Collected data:
*** Block opens ***
//! Equilibrium states from pairs of variables: the stable phase or the two-phase mixture.
//!
//! A Helmholtz equation is explicit in (ρ, T); every other pair is solved for. At a fixed
//! density the equilibrium u, s and p all rise with temperature, in one phase and across the
//! two-phase region alike, so each (ρ, ·) pair has one root in T, which Newton's method finds
//! inside a bracket. Pairs at a fixed pressure go through the saturation state first.

use super::helmholtz::{Equation, Isotherm};
use super::props::Props;
use super::saturation::Saturation;

/// An equilibrium state: one phase, or liquid and vapour together.
#[derive(Debug, Clone, Copy, PartialEq)]
pub struct Equilibrium {
    /// Mass density (of the mixture, when two-phase), kg/m³.
    pub rho: f64,
    /// Temperature, K.
    pub t: f64,
    /// Pressure, Pa.
    pub p: f64,
    /// Specific internal energy, J/kg.
    pub u: f64,
    /// Specific enthalpy, J/kg.
    pub h: f64,
    /// Specific entropy, J/(kg·K).
    pub s: f64,
    /// Vapour mass fraction when two-phase; `None` in one phase.
    pub quality: Option<f64>,
    /// The single-phase properties, when in one phase.
    pub single: Option<Props>,
}

impl Equilibrium {
    fn single(p: Props) -> Equilibrium {
        Equilibrium {
            rho: p.rho,
            t: p.t,
            p: p.p,
            u: p.u,
            h: p.h,
            s: p.s,
            quality: None,
            single: Some(p),
        }
    }

    /// The mixture of `sat`'s liquid and vapour with vapour mass fraction `x`.
    pub(super) fn mixture(sat: &Saturation, x: f64) -> Equilibrium {
        let (l, v) = (&sat.liquid, &sat.vapour);
        let mix = |a: f64, b: f64| a + x * (b - a);
        Equilibrium {
            rho: 1.0 / mix(1.0 / l.rho, 1.0 / v.rho),
            t: sat.t,
            p: sat.p,
            u: mix(l.u, v.u),
            h: mix(l.h, v.h),
            s: mix(l.s, v.s),
            quality: Some(x),
            single: None,
        }
    }
}

/// Why a state could not be found.
#[derive(Debug, Clone, Copy, PartialEq)]
pub enum FlashError {
    /// The state would lie below the triple-point temperature.
    BelowTriplePoint,
    /// Outside the temperature or pressure range of the equation.
    OutOfRange,
    /// The solver did not converge (a bug or a state at the edge of the equation).
    NoConvergence,
}

/// Relative tolerance of every solve: well below the 1e-6 the reference tables demand.
const RTOL: f64 = 1e-12;

/// A density step at most this fraction of the one before (itself under 1 %) counts as
/// quadratic convergence, whose rate then predicts the next error; at a critical point,
/// where Newton slows to a steady factor of about 2/3, it never holds.
const QUADRATIC: f64 = 0.1;

/// A Newton step in temperature this small (relative) ends the plain Newton iteration; the
/// temperature returned is then that close to the root, below the quadrature's 1e-10.
const NEWTON_SETTLED: f64 = 1e-11;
*** Block closes ***
Copy out each entry precisely. Leave nothing out.

//! Equilibrium states from pairs of variables: the stable phase or the two-phase mixture.
//!
//! A Helmholtz equation is explicit in (ρ, T); every other pair is solved for. At a fixed
//! density the equilibrium u, s and p all rise with temperature, in one phase and across the
//! two-phase region alike, so each (ρ, ·) pair has one root in T, which Newton's method finds
//! inside a bracket. Pairs at a fixed pressure go through the saturation state first.

use super::helmholtz::{Equation, Isotherm};
use super::props::Props;
use super::saturation::Saturation;

/// An equilibrium state: one phase, or liquid and vapour together.
#[derive(Debug, Clone, Copy, PartialEq)]
pub struct Equilibrium {
    /// Mass density (of the mixture, when two-phase), kg/m³.
    pub rho: f64,
    /// Temperature, K.
    pub t: f64,
    /// Pressure, Pa.
    pub p: f64,
    /// Specific internal energy, J/kg.
    pub u: f64,
    /// Specific enthalpy, J/kg.
    pub h: f64,
    /// Specific entropy, J/(kg·K).
    pub s: f64,
    /// Vapour mass fraction when two-phase; `None` in one phase.
    pub quality: Option<f64>,
    /// The single-phase properties, when in one phase.
    pub single: Option<Props>,
}

impl Equilibrium {
    fn single(p: Props) -> Equilibrium {
        Equilibrium {
            rho: p.rho,
            t: p.t,
            p: p.p,
            u: p.u,
            h: p.h,
            s: p.s,
            quality: None,
            single: Some(p),
        }
    }

    /// The mixture of `sat`'s liquid and vapour with vapour mass fraction `x`.
    pub(super) fn mixture(sat: &Saturation, x: f64) -> Equilibrium {
        let (l, v) = (&sat.liquid, &sat.vapour);
        let mix = |a: f64, b: f64| a + x * (b - a);
        Equilibrium {
            rho: 1.0 / mix(1.0 / l.rho, 1.0 / v.rho),
            t: sat.t,
            p: sat.p,
            u: mix(l.u, v.u),
            h: mix(l.h, v.h),
            s: mix(l.s, v.s),
            quality: Some(x),
            single: None,
        }
    }
}

/// Why a state could not be found.
#[derive(Debug, Clone, Copy, PartialEq)]
pub enum FlashError {
    /// The state would lie below the triple-point temperature.
    BelowTriplePoint,
    /// Outside the temperature or pressure range of the equation.
    OutOfRange,
    /// The solver did not converge (a bug or a state at the edge of the equation).
    NoConvergence,
}

/// Relative tolerance of every solve: well below the 1e-6 the reference tables demand.
const RTOL: f64 = 1e-12;

/// A density step at most this fraction of the one before (itself under 1 %) counts as
/// quadratic convergence, whose rate then predicts the next error; at a critical point,
/// where Newton slows to a steady factor of about 2/3, it never holds.
const QUADRATIC: f64 = 0.1;

/// A Newton step in temperature this small (relative) ends the plain Newton iteration; the
/// temperature returned is then that close to the root, below the quadrature's 1e-10.
const NEWTON_SETTLED: f64 = 1e-11;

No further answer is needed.